Il suffit de voir l’exode des jeunes. De nombreuses familles (plusieurs d’entre eux dans la quarantaine, voire la cinquantaine, qui ont des enfants d’une dizaine d’années) viennent me voir et me disent qu’elles sont inquiètes par ce qui se passe dans le pays. Elles disent qu’il n’y a plus d’avenir à Maurice et qu’en émigrant, elles sont assurées que leurs enfants auront une bonne éducation et un travail basé sur leurs mérites. Et le père de famille émigre et puis, il fait sa femme et ses enfants le rejoindre.
Quand je vois comment la communauté créole excelle à l’étranger et qu’ici, on dit que les jeunes créoles ne veulent pas apprendre, je suis capable de citer des dizaines de jeunes créoles qui excellent. Le problème est qu’on veut d’une élite et on ne fait pas place à l’excellence. L’élite ne touche que quelques-uns alors que l’excellence touche tout le monde.

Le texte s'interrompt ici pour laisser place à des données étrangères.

/** Symbols as the budget table typesets them: the part after _ becomes a subscript. */
const typeset = (symbols: string[]) => symbols.map((s) => s.replace('_', ''));

async function inputOrder(page: Page): Promise<string[]> {
  const handles = await page.getByRole('button', { name: /^Move / }).allTextContents();
  const names = await page.getByRole('button', { name: /^Move / }).evaluateAll((els) => els.map((e) => e.getAttribute('aria-label') ?? ''));
  return (names.length ? names : handles).map((n) => /^Move (\S+)/.exec(n)?.[1] ?? n);
}
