import type { CDPSession, Page } from 'playwright-core';
import { describe, expect, it } from 'vitest';
import { useBrowserSession } from './support/session';

/*
 * How the built client reaches the browser: each page fetches its own code,
 * compressed, kept by the browser once fetched, and a page whose code cannot
 * be fetched says so inside the shell.
 */

const { app, pageAs, signIn, shot } = useBrowserSession('delivery');

interface Fetched {
  path: string;
  encoding: string | undefined;
  /** Bytes that crossed the network for it, headers included; 0 when the browser's cache answered. */
  bytes: number;
}

/** A page with a log of the JavaScript it fetches (the DevTools protocol sees cache hits too). */
async function watchedPage(): Promise<{ page: Page; scripts: Fetched[] }> {
  const page = await pageAs(null);
  const cdp: CDPSession = await page.context().newCDPSession(page);
  await cdp.send('Network.enable');
  const scripts: Fetched[] = [];
  const byId = new Map<string, Fetched>();
  cdp.on('Network.responseReceived', (e) => {
    const url = new URL(e.response.url);
    if (!url.pathname.endsWith('.js')) return;
    const headers = Object.fromEntries(Object.entries(e.response.headers).map(([k, v]) => [k.toLowerCase(), v]));
    const fetched = { path: url.pathname, encoding: headers['content-encoding'], bytes: 0 };
    byId.set(e.requestId, fetched);
    scripts.push(fetched);
  });
  cdp.on('Network.loadingFinished', (e) => {
    const fetched = byId.get(e.requestId);
    if (fetched) fetched.bytes = e.encodedDataLength;
  });
  return { page, scripts };
}

/** The chunks that must never come with the first page: the editor, the chart library, the engine's workers. */
const HEAVY = /editor-route|HistogramPlot|\.worker-/;

describe('the client is delivered in pieces', () => {
  it('sign-in fetches only its own code, brotli-compressed, and a reload takes it from the cache', async () => {
    const { page, scripts } = await watchedPage();
    await page.goto(`${app.baseUrl}/sign-in`);
    await page.getByRole('button', { name: /sign in/i }).waitFor();
    expect(scripts.length).toBeGreaterThan(0);
    expect(scripts.filter((s) => HEAVY.test(s.path))).toEqual([]);
    // The build compresses every file from 1 kB (vite.config.ts); a smaller one gains nothing and comes as it is.
    const plain = scripts.filter((s) => s.encoding !== 'br');
    const plainSizes = await Promise.all(
      plain.map(async (s) => ({ path: s.path, size: (await (await fetch(app.baseUrl + s.path, { headers: { 'accept-encoding': 'identity' } })).arrayBuffer()).byteLength })),
    );
    expect(plainSizes.filter((s) => s.size >= 1024)).toEqual([]);
    await shot(page, 'sign-in');

    scripts.length = 0;
    await page.reload();
    await page.getByRole('button', { name: /sign in/i }).waitFor();
    await page.waitForLoadState('networkidle');
    expect(scripts.length).toBeGreaterThan(0);
    expect(scripts.filter((s) => s.bytes > 0)).toEqual([]);
  });

  it('the list fetches the editor ahead; a new budget opens it without the chart library and the engine worker computes its result', async () => {
    const { page, scripts } = await watchedPage();
    const editorFetched = page.waitForRequest(/editor-route-[^/]*\.js$/);
    await signIn(page, 'metrologist@dubito.example');
    // The list fetches the editor's code while idle, before any budget is opened.
    await editorFetched;
    expect(page.url()).toMatch(/\/budgets$/);
    await page.goto(`${app.baseUrl}/budgets/new`);
    await page.getByText('No Monte Carlo result yet').waitFor();
    // The live recompute runs in a Web Worker served like any chunk: the result card's certificate
    // statement, drawn only from a computed GUM result, proves it arrived and ran.
    await page.getByRole('region', { name: 'Result' }).getByTestId('card-statement').waitFor();
    expect(scripts.some((s) => s.path.includes('editor-route'))).toBe(true);
    expect(scripts.filter((s) => s.path.includes('HistogramPlot'))).toEqual([]);
    await shot(page, 'new-budget');
  });

  it('a page whose code cannot be fetched offers a reload inside the shell', async () => {
    const { page } = await watchedPage();
    // As after an update: the tab asks for a chunk the server no longer has.
    await page.route(/editor-route-[^/]*\.js$/, (route) => route.fulfill({ status: 404, body: 'Not found' }));
    await signIn(page, 'metrologist@dubito.example');
    await page.getByRole('heading', { name: 'Budgets' }).waitFor();
    await page.locator('a[href^="/budgets/"]').first().click();
    await page.getByRole('alert').filter({ hasText: 'This page could not be loaded' }).waitFor();
    expect(await page.getByRole('button', { name: 'Reload' }).isVisible()).toBe(true);
    expect(await page.getByRole('button', { name: /sign out/i }).isVisible()).toBe(true);
    await shot(page, 'page-not-loaded');
  });
});
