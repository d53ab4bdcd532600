// POST /api/bench/sessions/{id}/measure { mode, a, b } | { mode: 'udc', series } – a meter reading as the unit would give it now.
import { routeOf } from '@/lib/server/operation';
import { benchMeasureOp } from '@/lib/server/operations/bench';

export const dynamic = 'force-dynamic';

export const POST = routeOf(benchMeasureOp, { params: { id: 'id' }, bodyAs: 'body' });
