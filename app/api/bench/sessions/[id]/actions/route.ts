// POST /api/bench/sessions/{id}/actions { action, seconds? } – power, the call for heat, a rollout reset or a wait on the simulated clock.
import { routeOf } from '@/lib/server/operation';
import { benchActOp } from '@/lib/server/operations/bench';

export const dynamic = 'force-dynamic';

export const POST = routeOf(benchActOp, { params: { id: 'id' }, bodyAs: 'body' });
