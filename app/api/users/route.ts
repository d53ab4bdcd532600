// GET /api/users – the company's users; POST /api/users – adds one (admin).
import { routeOf } from '@/lib/server/operation';
import { createUserOp, listUsersOp } from '@/lib/server/operations/company';

export const dynamic = 'force-dynamic';

export const GET = routeOf(listUsersOp);
export const POST = routeOf(createUserOp, { status: 201 });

Quel est l’état de la discrimination à Maurice depuis qu’AFAC existe voilà six ans ?
Elle s’est détériorée. C’est clair et on vit dans un climat où l’on ne se sent pas en sécurité. Je vous partage deux choses, l’une que j’ai déjà mentionnée et l’autre pas encore. Lorsque la délégation d’AFAC, soit trois prêtres, a été reçue par le recteur du RCC, deux policiers ont frappé à la porte à deux reprises et l’ont ouverte en demandant : «Recteur, tou korek la ?» J’ai dû dire que nous sommes des prêtres, en l’occurrence des êtres pacifiques et leur demander s’ils pensent que nous allons agresser le recteur ?
De plus, j’ai eu vent que le National Security Service surveille mes faits et gestes. Je sais que ces policiers ne font qu’exécuter les ordres. Or, cela ne me fait pas peur et cela ne m’arrêtera jamais.
Quelle est la prochaine étape pour l’AFAC relativement à cet incident du RCC ?
Nous donnons du temps à ceux à qui nous avons adressé la lettre pour nous répondre comme nous l’avons fait pour la Mauritius Broadcasting Corporation. Mais au final, il y a un sentiment d’impuissance car malgré tout ce que nous essayons de démontrer, nous avons l’impression que nous crions dans le désert.
Nous ne sommes ni écoutés ni entendus car beaucoup se sont enfermés dans des bulles bien verrouillées et le message qu’ils envoient c’est : «kontigne koze twa, nou pou fer seki nwenvi.» C’est cela mon sentiment d’impuissance. Mais si je réagis c’est parce que mon peuple souffre et que je souffre avec lui. Je n’ai pas d’agenda politique politicienne. Ma démarche est citoyenne et elle est encore plus large parce que nous vivons dans cette société.